Mr Adler, a retired history lecturer and former volunteer at Ham House in south-west London, claims he was forced out when he pointed out inaccuracies over the stately home’s supposed links to slavery
Other accusations of ‘wokery’ levelled at the Trust include making staff and volunteers wear rainbow LGBT badges and airbrushing the word Easter from its egg hunts.
A draft of the four motions due to be submitted to the Trust claims Mr Parker, a businessman who is also chairman of the Post Office, is not a ‘suitable steward’ in the post he has held since 2014 due to his ‘track record in private equity’.

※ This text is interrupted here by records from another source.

// Who is asking, and may they? Every route calls requireUser or requireRole first; the role
// and the account's standing are read from the database on each request, so a demoted or
// removed user loses access at once, whatever their cookie says.
//
// Sessions end: the sealed cookie names a row of user_sessions, read with the person on every
// request (one prepared statement, as before). startSession is the one way to sign someone in,
// endSession signs one session out, and endSessions(db, userId) ends all of a person's sessions
// on every instance at once: call it whenever a password is changed or reset, a role changes,
// an account is switched off, or someone asks to be signed out everywhere.
import type { H3Event } from 'h3'
import { sql } from 'kysely'
import { ROLE_LABELS, roleAtLeast, type Role } from '#shared/kerf/roles'
import { PREPARED, type Queryable } from '../../db/connect'
import { reusableQuery } from '../../db/reusable'

export interface SessionUser {
  id: number
  shopId: number
  role: Role
  name: string
  /** Null for an operator added by name only, who signs in with a PIN on a shop device. */
  email: string | null
  lengthUnit: 'mm' | 'in'
}

// Opening the sealed session cookie (two key derivations and a decryption) was the largest
// single cost of an ordinary request, and a browser sends the same cookie on every request, so
// what it holds is kept for a minute (never past the session's own end), keyed by the sealed
// value itself. Only the ids are kept, never whether the session still holds: the person, their
// standing and their session row are read afresh below, so ending a session on one instance ends
// it on all of them at the next request.
const OPENED_TTL_MS = 60_000
const OPENED_MAX = 10_000
interface OpenedSession { id: number, shopId: number, sid: string }
const opened = new Map<string, { session: OpenedSession | undefined, until: number }>()
const UUID = /^[0-9a-f]{8}-[0-9a-f]{4}-[0-9a-f]{4}-[0-9a-f]{4}-[0-9a-f]{12}$/

function openedOf(session: { user?: { id: number, shopId: number }, secure?: { sid?: string } }): OpenedSession | undefined {
  const sid = session.secure?.sid
  // A cookie sealed before sessions had rows names none: it is over.
  if (!session.user || typeof sid !== 'string' || !UUID.test(sid)) return undefined
  return { id: session.user.id, shopId: session.user.shopId, sid }
}

async function openedSessionOf(event: H3Event): Promise<OpenedSession | undefined> {
  // Without the event: the per-request copy of the config re-reads the environment (costly).
  const { name = 'nuxt-session', maxAge } = useRuntimeConfig().session
  const sealed = getCookie(event, name)
  // h3 also accepts the session in a header, which takes precedence: leave that case to it.
  if (!sealed || getRequestHeader(event, `x-${name.toLowerCase()}-session`)) return openedOf(await getUserSession(event))
  const now = Date.now()
  const hit = opened.get(sealed)
  if (hit && hit.until > now) return hit.session
  const session = openedOf(await getUserSession(event))
  if (session) {
    const createdAt = (event.context.sessions?.[name] as { createdAt?: number } | undefined)?.createdAt ?? 0
    if (opened.size >= OPENED_MAX) opened.delete(opened.keys().next().value!)
    opened.set(sealed, { session, until: Math.min(now + OPENED_TTL_MS, maxAge ? createdAt + maxAge * 1000 : Infinity) })
  }
  return session
}

/** The person with their session row and its device, if the session still holds: every request's read. */
const readSessionUser = reusableQuery((db, v: { userId: number, shopId: number, sid: string }) => db
  .selectFrom('users as u')
  .leftJoin('user_sessions as s', (j) => j.onRef('s.user_id', '=', 'u.id').on('s.id', '=', v.sid).on('s.expires_at', '>', sql<Date>`now()`))
  .leftJoin('shop_devices as d', (j) => j.onRef('d.id', '=', 's.device_id').on('d.revoked_at', 'is', null))
  .select(['u.id', 'u.shop_id', 'u.role', 'u.name', 'u.email', 'u.length_unit', 'u.active', 's.id as sid', 's.device_id', 'd.token_hash as device_hash'])
  .where('u.id', '=', v.userId)
  .where('u.shop_id', '=', v.shopId)
  .modifyEnd(PREPARED))

export async function requireUser(event: H3Event): Promise<SessionUser> {
  const session = await openedSessionOf(event)
  if (!session) {
    throw createError({ statusCode: 401, statusMessage: 'Sign in to continue.' })
  }
  const { rows: [row] } = await readSessionUser(useDb(), { userId: session.id, shopId: session.shopId, sid: session.sid })
  if (!row || !row.active || !row.sid) {
    await clearUserSession(event)
    throw createError({
      statusCode: 401,
      statusMessage: row && !row.active ? 'Your account is no longer active. Ask the shop owner.' : 'Your session has ended. Sign in again.',
    })
  }
  // A PIN sign-in holds only on the shop device it was made on, and only while that device is enrolled.
  if (row.device_id !== null && !deviceTokenMatches(event, row.device_hash)) {
    await clearUserSession(event)
    throw createError({ statusCode: 401, statusMessage: 'A PIN sign-in works only on the shop device it was made on. Sign in again.' })
  }
  return { id: row.id, shopId: row.shop_id, role: row.role, name: row.name, email: row.email, lengthUnit: row.length_unit }
}

export async function requireRole(event: H3Event, needed: Role): Promise<SessionUser> {
  const user = await requireUser(event)
  if (!roleAtLeast(user.role, needed)) {
    throw createError({
      statusCode: 403,
      statusMessage: `This needs the ${ROLE_LABELS[needed].toLowerCase()} role or higher; you are signed in as ${ROLE_LABELS[user.role].toLowerCase()}.`,
    })
  }
  return user
}

/**
 * Signs a person in on this browser: a new session row, and the sealed cookie naming it. Every
 * sign-in (password, reset link, invitation, PIN on a shop device, any new way in) goes through
 * here. A session this browser held before ends, and the person's expired rows are cleared away.
 * A PIN sign-in names its device, whose revocation ends the session.
 */
export async function startSession(event: H3Event, user: { id: number, shopId: number, name: string, role: Role }, opts: { deviceId?: number } = {}) {
  const db = useDb()
  const previous = openedOf(await getUserSession(event))
  const maxAge = Number(useRuntimeConfig().session.maxAge) || 60 * 60 * 24 * 14
  const row = await db.insertInto('user_sessions')
    .values({ user_id: user.id, expires_at: new Date(Date.now() + maxAge * 1000), device_id: opts.deviceId ?? null })
    .returning('id').executeTakeFirstOrThrow()
  await db.deleteFrom('user_sessions')
    .where('user_id', '=', user.id)
    .where((eb) => eb.or([eb('expires_at', '<=', sql<Date>`now()`), ...(previous ? [eb('id', '=', previous.sid)] : [])]))
    .execute()
  await replaceUserSession(event, {
    user: { id: user.id, shopId: user.shopId, name: user.name, role: user.role },
    secure: { sid: row.id },
    loggedInAt: Date.now(),
  })
}

/** Signs this browser's session out (its row goes, so a copy of the cookie stops working too). */
export async function endSession(event: H3Event) {
  const session = openedOf(await getUserSession(event))
  if (session) await useDb().deleteFrom('user_sessions').where('id', '=', session.sid).execute()
  await clearUserSession(event)
}

/** Ends every session of one person, on every instance, from their next request on. */
export async function endSessions(db: Queryable, userId: number): Promise<void> {
  await db.deleteFrom('user_sessions').where('user_id', '=', userId).execute()
}

/** Whether the session a cookie names still holds (for the session route the client polls). */
export async function sessionHolds(session: { user?: { id: number, shopId: number }, secure?: { sid?: string } }): Promise<boolean> {
  const s = openedOf(session)
  if (!s) return false
  const row = await useDb().selectFrom('user_sessions as s').innerJoin('users as u', 'u.id', 's.user_id')
    .select('s.id').where('s.id', '=', s.sid).where('u.id', '=', s.id).where('u.shop_id', '=', s.shopId)
    .where('u.active', '=', true).where('s.expires_at', '>', sql<Date>`now()`)
    .executeTakeFirst()
  return Boolean(row)
}

/** A 404 for a record that is not in the caller's shop (or not at all): never a 403, which would leak that it exists. */
export function notFound(what: string): never {
  throw createError({ statusCode: 404, statusMessage: `No such ${what} in your shop.` })
}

They say research carried out by the Trust should be ‘done to a high standard by experts’ and ‘reflect a balanced range of approaches where the subject is controversial’.
Referring to last year’s report on the connections between colonialism and properties, it adds: ‘The reputation of the National Trust must never be tarnished this way again.’

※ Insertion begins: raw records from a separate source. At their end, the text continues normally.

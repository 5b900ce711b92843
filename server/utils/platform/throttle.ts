// Sign-in throttling per account and per address, kept in PostgreSQL so that every app
// instance sees the same counts. Failures count since the window opened or since the last
// successful sign-in to that account, whichever is later.
import type { H3Event } from 'h3'
import { sql } from 'kysely'

export function clientAddress(event: H3Event): string {
  const { trustProxy } = useRuntimeConfig()
  return getRequestIP(event, { xForwardedFor: Boolean(trustProxy) }) ?? 'unknown'
}

export async function assertNotThrottled(event: H3Event, email: string, address: string): Promise<void> {
  const { loginThrottle } = useRuntimeConfig()
  const windowStart = sql<Date>`now() - make_interval(mins => ${Number(loginThrottle.windowMinutes)})`
  const db = useDb()
  const [byAccount, byAddress] = await Promise.all([
    db.selectFrom('login_attempts')
      .select([(eb) => eb.fn.countAll<number>().as('n'), (eb) => eb.fn.min('attempted_at').as('oldest')])
      .where('email', '=', email)
      .where('succeeded', '=', false)
      .where('attempted_at', '>', windowStart)
      .where('attempted_at', '>', (eb) => eb.fn.coalesce(
        eb.selectFrom('login_attempts').select((e) => e.fn.max('attempted_at').as('t'))
          .where('email', '=', email).where('succeeded', '=', true),
        sql<Date>`'-infinity'::timestamptz`,
      ))
      .executeTakeFirstOrThrow(),
    db.selectFrom('login_attempts')
      .select([(eb) => eb.fn.countAll<number>().as('n'), (eb) => eb.fn.min('attempted_at').as('oldest')])
      .where('address', '=', address)
      .where('succeeded', '=', false)
      .where('attempted_at', '>', windowStart)
      .executeTakeFirstOrThrow(),
  ])
  const windowMs = Number(loginThrottle.windowMinutes) * 60_000
  for (const [count, limit, oldest, what] of [
    [byAccount.n, Number(loginThrottle.perAccount), byAccount.oldest, 'this account'],
    [byAddress.n, Number(loginThrottle.perAddress), byAddress.oldest, 'this network address'],
  ] as const) {
    if (Number(count) >= limit) {
      const retryAfter = Math.max(1, Math.ceil(((oldest ? new Date(oldest).getTime() : Date.now()) + windowMs - Date.now()) / 1000))
      setResponseHeader(event, 'Retry-After', retryAfter)
      throw createError({
        statusCode: 429,
        statusMessage: `Too many failed sign-ins for ${what}. Wait ${Math.ceil(retryAfter / 60)} minute(s) or reset the password.`,
        data: { retryAfterSeconds: retryAfter },
      })
    }
  }
}

export async function recordLoginAttempt(email: string, address: string, succeeded: boolean): Promise<void> {
  await useDb().insertInto('login_attempts').values({ email, address, succeeded }).execute()
}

Bosses are accused of jettisoning staff or making curatorial staff ‘advisory’, robbing properties of long-standing and devoted expert volunteers, the motions argue.

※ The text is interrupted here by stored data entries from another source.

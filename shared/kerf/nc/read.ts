// Reads an NC program (RS274/NGC G-code as router CAM posts write it) into per-tool totals:
// feed and plunge distance, minutes at the programmed feed and with the machine's acceleration,
// rapid minutes, the deepest cut, the spindle speeds and feeds used. Semantics follow the NIST
// RS274/NGC Interpreter, Version 3 (NISTIR 6556), as LinuxCNC's interpreter carries them.
//
// Tokenising is gcode-parser's (the tokeniser of gcode-interpreter and gcode-toolpath). Their modal
// state is not used: gcode-interpreter splits a block at every G, M or T word and hands the words
// that follow to that code, so `G0 G90 X1 Y2` moves nowhere (X and Y go to G90) and `S18000 M3`
// loses the speed; it has no drilling cycles (a line of X Y after G81 becomes a rapid), and
// gcode-toolpath knows no G98/G99 nor the execution order within a block. So the modal state,
// the order of execution and the geometry are ours, below. Pure: no framework imports.
import { parseLine } from 'gcode-parser'
import { arcPassesAngle, helixLength, sweepAngle, trapezoidMinutes } from './motion'

export const DEFAULT_ACCELERATION_MM_S2 = 1000
/** Rapid rate when the machine has none of its own (ours: a moderate figure for a router). */
export const DEFAULT_RAPID_MM_PER_MIN = 10_000
/** A G83 peck rapids back down to this far above the depth it reached (0.010 in, as the
 *  RS274/NGC interpreter does in either unit). */
export const PECK_CLEARANCE_MM = 0.254
/** Problems listed one by one; the rest are counted. */
const MAX_LISTED_PROBLEMS = 100

export interface NcTool {
  tool: number
  feedDistanceMm: number
  plungeDistanceMm: number
  feedMinutes: number
  estimatedMinutes: number
  rapidMinutes: number
  rapidDistanceMm: number
  maxDepthMm: number
  spindleRpm: number[]
  feedsMmPerMin: number[]
}
export interface NcProblem { line: number, message: string }
export interface NcReading {
  units: 'mm' | 'inch'
  tools: NcTool[]
  problems: NcProblem[]
  lines: number
  moves: number
}
export interface NcReadOptions {
  accelerationMmPerS2?: number
  rapidMmPerMin?: number
  /** The tool already in the spindle, for moves before the program's first tool change. */
  spindleTool?: number
  /** The block-delete switch: when on, lines starting with `/` are skipped (off by default,
   *  as in LinuxCNC's standalone interpreter). */
  blockDelete?: boolean
}

/** The program cannot be read as a whole; nothing of it should be kept. */
export class NcRefusal extends Error {
  readonly line?: number
  /** 'spindleTool': the program cuts before its first tool change; ask which tool is loaded. */
  readonly ask?: 'spindleTool'
  /** What kind of refusal: the file is not a program at all, or the program cannot be read. */
  readonly kind: 'empty' | 'binary' | 'program'
  constructor(message: string, opts: { line?: number, ask?: 'spindleTool', kind?: 'empty' | 'binary' } = {}) {
    super(message)
    this.name = 'NcRefusal'
    this.line = opts.line
    this.ask = opts.ask
    this.kind = opts.kind ?? 'program'
  }
}

interface Acc extends Omit<NcTool, 'spindleRpm' | 'feedsMmPerMin' | 'maxDepthMm'> {
  minZ: number
  rpm: Set<number>
  feeds: Set<number>
}

type Plane = 17 | 18 | 19
type Motion = 0 | 1 | 2 | 3 | 81 | 82 | 83 | null

const WORD_LETTERS = new Set(['G', 'M', 'X', 'Y', 'Z', 'I', 'J', 'K', 'R', 'P', 'Q', 'L', 'F', 'S', 'T', 'H', 'D'])
// A block once comments and spaces are gone: letter-number words only. Anything else
// (parameters #1, expressions [..], O-word subroutines) is not read.
const WORDS_ONLY = /^(?:[A-Za-z][+-]?(?:\d+\.?\d*|\.\d+))*$/
// G codes read with no effect on lengths: cutter compensation off, tool length offset,
// work offsets (lengths are taken in program coordinates), path control, feed per minute.
const NO_EFFECT_G = new Set([40, 43, 49, 54, 55, 56, 57, 58, 59, 59.1, 59.2, 59.3, 61, 61.1, 64, 94])
const UNREAD_G: Record<string, string> = {
  28: 'a return to the stored home position (G28)',
  30: 'a return to the second home position (G30)',
  92: 'a coordinate offset (G92)',
  10: 'a coordinate or tool table setting (G10)',
  93: 'inverse-time feed (G93)',
  95: 'feed per revolution (G95)',
  73: 'a chip-breaking drilling cycle (G73)',
  84: 'a tapping cycle (G84)', 85: 'a boring cycle (G85)', 86: 'a boring cycle (G86)', 87: 'a back-boring cycle (G87)',
  88: 'a boring cycle (G88)', 89: 'a boring cycle (G89)', 33: 'spindle-synchronised motion (G33)', 76: 'a threading cycle (G76)',
}
const KNOWN_M = new Set([0, 1, 2, 3, 4, 5, 6, 7, 8, 9, 30])

const round = (v: number) => Math.round(v * 1e6) / 1e6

The campaign group, which has more than 300 members, will also call for a vote on the ‘deplorable increase in average pay amongst the executive team by 35 per cent to £123,000 in 2020’ – although the National Trust says the figure is inaccurate.
The group adds: ‘It need hardly be said that all this has ground down morale throughout the Trust – among those remaining as well as those discharged.’
Tory MP Sir John Hayes, of the Parliamentary Common Sense Group and a National Trust member, said he would vote for the motions. He added: ‘The National Trust has sadly lost sight of its purpose. It is preoccupied with the prejudices of a woke minority.’
The National Trust’s colonialism report ‘blacklisted’ 93 of its properties – nearly a third – including Chartwell in Kent, home of Sir Winston Churchill, because of his opposition to Indian independence.
Tony Adler says ‘The plan is to change the whole ethos formally. And to get rid of the chairman.’
The charity has been accused of outing writer Robert Wyndham Ketton-Cremer – who bequeathed Felbrigg Hall in Norfolk to the Trust in 1969 – as gay. It also put 51 ropes on display at Kingston Lacy in Dorset to commemorate men hanged for being homosexual.
Plans for this year’s AGM on October 30 have not been finalised but the event is usually attended by around 400 people.
Resolutions must be submitted by June 1 and any member can vote in advance by post or online. Votes are not binding but trustees ‘will usually discuss and reflect on the outcome of the resolution’.
The National Trust, which has 5.4 million members, said the executive team’s pay increases had been below three per cent for the past five years.
A spokesman added: ‘The AGM is an important opportunity for members to vote and discuss issues around key decisions to the charity. We welcome views about our organisation from all members.’